**** Dataset entries ****
/** A new identifier: 12 URL-safe characters (72 random bits). */
export const newId = (): string => randomBytes(9).toString('base64url');
const now = (): string => new Date().toISOString();
const json = (v: unknown): string => JSON.stringify(v, (_k, x) => (typeof x === 'number' && !Number.isFinite(x) ? null : x));
const parse = <T>(s: string | null): T | null => (s === null ? null : (JSON.parse(s) as T));

type Row = Record<string, unknown>;

export interface ProfileRow<P> {
  id: string;
  name: string;
  profile: P;
  createdAt: string;
  updatedAt: string;
}

/** What a job row carries for its runner. */
export type JobPayload =
  | { kind: 'analysis'; analysisId: string; then?: { plan: PlanIntent } }
  | { kind: 'render' | 'preview'; renderId: string }
  | { kind: 'set-plan'; setId: string };

/** A plan to make once its analysis is done. */
export interface PlanIntent {
  clipId: string;
  coilId: string;
  driverId: string;
  gainDb: number | null;
  settings: { marginK?: number; allowedShare?: number; ambientC?: number };
}

export interface StoredAnalysis extends Analysis {
  /** File name under analyses/ (null until done). */
  reductions: string | null;
}

export interface StoredRender extends Render {
  file: string | null;
  request: Record<string, unknown>;
}

export interface StoredPlan extends Plan {
  settings: { marginK?: number; allowedShare?: number; ambientC?: number };
  /** The gain search behind the plan (null for a plan stored before searches were kept). */
  search: GainSearch | null;
}

/** A stored search as written: JSON has no −Infinity, the gain of a driver that fails on silence. */
function searchOf(s: string | null): GainSearch | null {
  const v = parse<GainSearch & { atAdvisedGainDb: number | null }>(s);
  return v === null ? null : { ...v, atAdvisedGainDb: v.atAdvisedGainDb ?? -Infinity };
}

const clipOf = (r: Row): Clip => ({
  id: r.id as string,
  name: r.name as string,
  sha256: r.sha256 as string,
  sizeBytes: r.size_bytes as number,
  format: r.format as Clip['format'],
  sampleRate: r.sample_rate as number,
  channels: r.channels as number,
  durationS: r.duration_s as number,
  createdAt: r.created_at as string,
});
const jobOf = (r: Row): Job => ({
  id: r.id as string,
  kind: r.kind as JobKindName,
  state: r.state as JobStateName,
  progress: r.progress as number,
  stage: r.stage as string,
  error: parse(r.error as string | null),
  resultId: (r.result_id as string | null) ?? null,
  createdAt: r.created_at as string,
  updatedAt: r.updated_at as string,
});
const analysisOf = (r: Row): StoredAnalysis => ({
  id: r.id as string,
  clipId: r.clip_id as string,
  settings: { channel: r.channel as AnalysisSettings['channel'], frameMs: r.frame_ms as number },
  engineVersion: r.engine_version as string,
  state: r.state as JobStateName,
  jobId: (r.job_id as string | null) ?? null,
  summary: parse(r.summary as string | null),
  createdAt: r.created_at as string,
  reductions: (r.reductions as string | null) ?? null,
});
const planOf = (r: Row): StoredPlan => ({
  id: r.id as string,
  clipId: r.clip_id as string,
  analysisId: r.analysis_id as string,
  coilId: r.coil_id as string,
  driverId: r.driver_id as string,
  coil: parse(r.coil as string)!,
  driver: parse(r.driver as string)!,
  gainDb: (r.gain_db as number | null) ?? null,
  settings: parse(r.settings as string)!,
  document: parse(r.document as string)!,
  createdAt: r.created_at as string,
  search: searchOf((r.search as string | null) ?? null),
});
const renderOf = (r: Row): StoredRender => ({
  id: r.id as string,
  planId: r.plan_id as string,
  kind: r.kind as Render['kind'],
  state: r.state as JobStateName,
  jobId: (r.job_id as string | null) ?? null,
  safe: r.safe === null ? null : r.safe === 1,
  summary: parse(r.summary as string | null),
  createdAt: r.created_at as string,
  file: (r.file as string | null) ?? null,
  request: parse(r.request as string)!,
});
const profileOf = <P>(r: Row): ProfileRow<P> => ({
  id: r.id as string,
  name: r.name as string,
  profile: parse<P>(r.profile as string)!,
  createdAt: r.created_at as string,
  updatedAt: r.updated_at as string,
});

/** A foreign-key refusal (a profile a set still uses). */
export class InUseError extends Error {
  override readonly name = 'InUseError';
}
****
Begin at the line above that has "until done). */" and stop after the line that has "progress: r.progress as", copying each line exactly and adding nothing else.

Completed exercise »
  /** File name under analyses/ (null until done). */
  reductions: string | null;
}

export interface StoredRender extends Render {
  file: string | null;
  request: Record<string, unknown>;
}

export interface StoredPlan extends Plan {
  settings: { marginK?: number; allowedShare?: number; ambientC?: number };
  /** The gain search behind the plan (null for a plan stored before searches were kept). */
  search: GainSearch | null;
}

/** A stored search as written: JSON has no −Infinity, the gain of a driver that fails on silence. */
function searchOf(s: string | null): GainSearch | null {
  const v = parse<GainSearch & { atAdvisedGainDb: number | null }>(s);
  return v === null ? null : { ...v, atAdvisedGainDb: v.atAdvisedGainDb ?? -Infinity };
}

const clipOf = (r: Row): Clip => ({
  id: r.id as string,
  name: r.name as string,
  sha256: r.sha256 as string,
  sizeBytes: r.size_bytes as number,
  format: r.format as Clip['format'],
  sampleRate: r.sample_rate as number,
  channels: r.channels as number,
  durationS: r.duration_s as number,
  createdAt: r.created_at as string,
});
const jobOf = (r: Row): Job => ({
  id: r.id as string,
  kind: r.kind as JobKindName,
  state: r.state as JobStateName,
  progress: r.progress as number,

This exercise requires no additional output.